Weed District mill levy pitched to Pachyderms
March 20, 2017
Hill County Weed Control District Supervisor Terry Turner spoke to the Pachyderm Club Friday, making his case for a mill levy that will be on the ballot in the May 25 special election.
Turner said that if the request for new mills is granted, it should be enough to last the weed control district for another 25 to 30 years.
"I can take a dollar of these tax dollars and stretch it about three dollars out," he said.
Turner, who has worked for the Hill County Noxious Weed Control District since 1979, said his department will ask voters for up to 4 mills from the county each year. A pamphlet distributed at the talk said the increase would provide the District with up to an additional $141,760 each year based on current taxable values. If passed, the increase would mean up to an additional $5.40 in property taxes each year for a house with a market value of $100,000 and $10.80 for a house valued at $200,000.
The Hill County Public Cemetery District will also have a mill levy request for up to four mills on the same ballot to care for nine cemeteries within the county.
Both requests were defeated when they appeared on the ballot in November. The Cemetery District mill levy failed 53-47 percent, while the Weed District's mill levy was rejected 56-44 percent.
Though the district had been able to operate with its current budget until recently, Turner said an increase in noxious weeds at Beaver Creek Park brought on by several heavy flood seasons has stretched his resources thin.
"The floods and stuff have spread the weeds so fast out there we can't keep up with them," Turner said. He added that people report sightings of noxious weeds to him, but he hasn't been able to get rid of all of them due to limited manpower and a small budget.
Turner said his once-10-member staff is now three or four people and, of the budget, the $25,000 to $30,000 he used to use to purchase herbicides is now about $10,000. Increasing costs such as for fuel and maintenance have cut the percentage he can spend on herbicides. The mosquito district is also impacted, because although they have different budgets, they use the same staff, he said.
If the levy is approved, Turner said, he will use the money to help combat noxious weeds in Beaver Creek Park, update the district's equipment, detect and respond to invasive species and do some bio-control.
Weeds are not as prevalent in north-central Montana as they are in the western part of the state or neighboring Idaho, Turner said, but the key is to wipe them out early.
"Weeds are just like a fire.

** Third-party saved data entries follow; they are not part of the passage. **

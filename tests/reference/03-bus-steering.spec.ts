import { describe, expect, it } from 'vitest';
import { companionPlant } from './support/companion-machine';
import { runStudy } from './support/run-study';
import { expectSmallest, expectWitness } from './support/two-sided';

// Automatic steering of a city bus. Ackermann 1993, Robust Control: Systems with Uncertain Physical Parameters (model
// and ranges from memory). Mass m in t, speed v in m/s. Values recomputed from this formula; the published text prints
// rounded coefficients.
const plant = companionPlant(
  ['609.8*m*v^2', '388600*v', '48280*v^2'],
  ['m^2*v^2', '1077*m*v', '16.8*m*v^2 + 270000', 0, 0, 0],
);
/** 15625 (0.15 s² + 0.7 s + 0.6) / ((s + 25)(s² + 25 s + 625)), multiplied out. */
const control = {
  law: 'transfer-function',
  input: 'u',
  output: 'y',
  numerator: ['15625*0.15', '15625*0.7', '15625*0.6'],
  denominator: [1, 50, 1250, 15625],
};
const ranges = [
  { id: 'v', nominal: 10, low: 3, high: 20, minimum: 0, kind: 'use' },
  { id: 'm', nominal: 20, low: 9.95, high: 32, minimum: 0, kind: 'use' },
];

describe('the steering of a city bus', () => {
  it('is stable for every speed and mass of its range', () => {
    // Claim of the source, from memory; recomputed on a grid.
    const { bands, nominal } = runStudy({ machine: plant, control, parameters: ranges });
    expect(nominal.stable).toBe(true);
    expect(nominal.poles).toHaveLength(8);
    expect(bands).toEqual({ verdict: 'holds', proof: 'proved' });
  });

  it('decays at 0.352892 1/s or faster, slowest at 3 m/s and 9.95 t', () => {
    // Recomputed: −0.3528918 is the largest real part over the box.
    const run = (atLeast: number) =>
      runStudy({
        machine: plant,
        control,
        parameters: ranges,
        requirements: [{ measure: 'stability' }, { measure: 'decayRate', atLeast }],
      });
    expect(run(0.35289).bands).toEqual({ verdict: 'holds', proof: 'proved' });
    const beyond = run(0.352895).bands;
    expect(beyond).toMatchObject({ verdict: 'fails', requirement: 'decayRate', witness: { v: 3, m: 9.95 } });
    expect(beyond.value).toBeCloseTo(0.352892, 6);
  });

  // Recomputed.
  it.each([
    [10, 3.10443, 20.785],
    [15, 4.193663, 18.5125],
    [20, 4.665357, 17.5254],
  ])('at %d m/s needs a mass above %d t', (speed, limit, frequency) => {
    const { smallestPayload } = runStudy({
      machine: plant,
      control,
      parameters: [
        { id: 'v', nominal: speed },
        { id: 'm', nominal: 20, minimum: 0 },
      ],
      payload: 'm',
      searchUpTo: 20,
      searchDownTo: 1,
    });
    expectSmallest(smallestPayload, limit, 20);
    expectWitness(smallestPayload, { m: limit }, 1e-4);
    expect(smallestPayload?.frequency).toBeCloseTo(frequency, 2);
  });
});
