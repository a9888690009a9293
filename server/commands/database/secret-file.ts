import { randomBytes } from 'node:crypto';
import { existsSync, readFileSync, renameSync, writeFileSync } from 'node:fs';

/** Random, and of letters that need no quoting anywhere. */
export function newPassword(): string {
  return randomBytes(24).toString('base64url');
}

/** The password that a file holds; made, for the present user's eyes only, where there is none yet. */
export function keptPassword(file: string): string {
  if (!existsSync(file)) {
    const prepared = `${file}.new`;
    writeFileSync(prepared, `${newPassword()}\n`, { mode: 0o600 });
    renameSync(prepared, file);
  }
  return readFileSync(file, 'utf8').trim();
}
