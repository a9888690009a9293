import { type IncomingMessage, request } from 'node:http';

export interface ReadEvent {
  readonly id: number;
  readonly kind: string;
  readonly data: unknown;
}

/** A stream of server-sent events under way. */
export interface EventReader {
  readonly status: number;
  readonly contentType: string | undefined;
  /** The next event, waited for; undefined when the server has ended the stream. */
  next(): Promise<ReadEvent | undefined>;
  /** Leaves, as a closed page does. */
  leave(): void;
}

function readFrame(frame: string): ReadEvent | undefined {
  const fields = new Map(
    frame
      .split('\n')
      .filter((line) => !line.startsWith(':'))
      .map((line) => [line.slice(0, line.indexOf(':')), line.slice(line.indexOf(':') + 2)]),
  );
  const data = fields.get('data');
  if (data === undefined) return undefined;
  return {
    id: Number(fields.get('id')),
    kind: fields.get('event') ?? '',
    data: JSON.parse(data) as unknown,
  };
}

async function* framesOf(incoming: IncomingMessage): AsyncGenerator<ReadEvent, undefined> {
  let text = '';
  for await (const chunk of incoming) {
    text += String(chunk);
    const frames = text.split('\n\n');
    text = frames.pop() ?? '';
    for (const frame of frames) {
      const event = readFrame(frame);
      if (event !== undefined) yield event;
    }
  }
  return undefined;
}

export function openEvents(url: string, headers: Record<string, string> = {}): Promise<EventReader> {
  return new Promise((resolve, reject) => {
    const outgoing = request(url, { headers, agent: false }, (incoming) => {
      incoming.setEncoding('utf8');
      const events = framesOf(incoming);
      resolve({
        status: incoming.statusCode ?? 0,
        contentType: incoming.headers['content-type'],
        next: async () => {
          const result = await events.next();
          return result.done === true ? undefined : result.value;
        },
        leave: () => outgoing.destroy(),
      });
    });
    outgoing.on('error', reject);
    outgoing.end();
  });
}
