import { type Run, type RunEvent, runEventSchema, runSchema } from '../../../shared/contracts/api';
import { type EventReader, openEvents } from './event-reader';
import type { TestPerson } from './test-people';

/** The stream of run events as somebody's browser reads it. */
export interface RunFollower {
  readonly reader: EventReader;
  /** The next event that fits, waited for; those before it are kept in `seen`. */
  until(fits: (event: RunEvent) => boolean): Promise<RunEvent>;
  readonly seen: readonly RunEvent[];
}

/** @param after the last event seen; by default all events that there ever were are told */
export async function followRuns(person: TestPerson, after = 0): Promise<RunFollower> {
  const reader = await openEvents(`${person.address}/api/events`, {
    cookie: person.cookie ?? '',
    'last-event-id': String(after),
  });
  const seen: RunEvent[] = [];
  return {
    reader,
    seen,
    until: async (fits) => {
      for (;;) {
        const next = await reader.next();
        if (next === undefined) throw new Error(`the stream ended after ${JSON.stringify(seen)}`);
        const event = runEventSchema.parse(next.data);
        seen.push(event);
        if (fits(event)) return event;
      }
    },
  };
}

export async function startRun(by: TestPerson, scenarioId: string, revision = 1): Promise<Run> {
  const answer = await by.post(`/api/scenarios/${scenarioId}/revisions/${revision}/runs`);
  if (answer.status !== 202) throw new Error(`no run was started: ${answer.text}`);
  return answer.read(runSchema);
}

export async function readRun(by: TestPerson, runId: string): Promise<Run> {
  return (await by.get(`/api/runs/${runId}`)).read(runSchema);
}

export const isEnd =
  (runId: string) =>
  ({ runId: of, kind }: RunEvent): boolean =>
    of === runId && ['done', 'failed', 'cancelled'].includes(kind);

/** Starts a run and waits for its end. */
export async function runToEnd(by: TestPerson, scenarioId: string): Promise<Run> {
  const follower = await followRuns(by);
  try {
    const { id } = await startRun(by, scenarioId);
    await follower.until(isEnd(id));
    return await readRun(by, id);
  } finally {
    follower.reader.leave();
  }
}
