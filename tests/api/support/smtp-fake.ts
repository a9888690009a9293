import type { AddressInfo } from 'node:net';
import { SMTPServer } from 'smtp-server';

/** A mail server that keeps what it is given. */
export interface SmtpFake {
  readonly url: string;
  /** Letters as they came over the line, headers and text. */
  readonly letters: readonly string[];
  /** Refuses the next letter with this text. */
  refuseNext(reason: string): void;
  close(): Promise<void>;
}

export function startSmtpFake(): Promise<SmtpFake> {
  const letters: string[] = [];
  let refusal: string | undefined;
  const server = new SMTPServer({
    authOptional: true,
    disabledCommands: ['STARTTLS', 'AUTH'],
    onData: (stream, _session, callback) => {
      const chunks: Buffer[] = [];
      stream.on('data', (chunk: Buffer) => chunks.push(chunk));
      stream.on('end', () => {
        if (refusal !== undefined) {
          callback(new Error(refusal));
          refusal = undefined;
          return;
        }
        letters.push(Buffer.concat(chunks).toString());
        callback();
      });
    },
  });
  return new Promise((resolve, reject) => {
    server.on('error', reject);
    server.listen(0, '127.0.0.1', () => {
      const { port } = server.server.address() as AddressInfo;
      resolve({
        url: `smtp://127.0.0.1:${port}`,
        letters,
        refuseNext: (reason) => {
          refusal = reason;
        },
        close: () => new Promise((closed) => server.close(() => closed())),
      });
    });
  });
}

You want to prevent them, and you want to prevent them from becoming large infestations," he said.
The state's noxious weed list has 33 weeds, and Hill County has just added common burdock to the list Turner said.
If they are allowed to spread, Turner said, the weeds, some of which can grow up to 13 feet tall, can clog waterways and irrigation systems, siphon off nutrients from native plants and affect Montana's agriculture.
"I think I can make it work, if you can help me out," Turner said.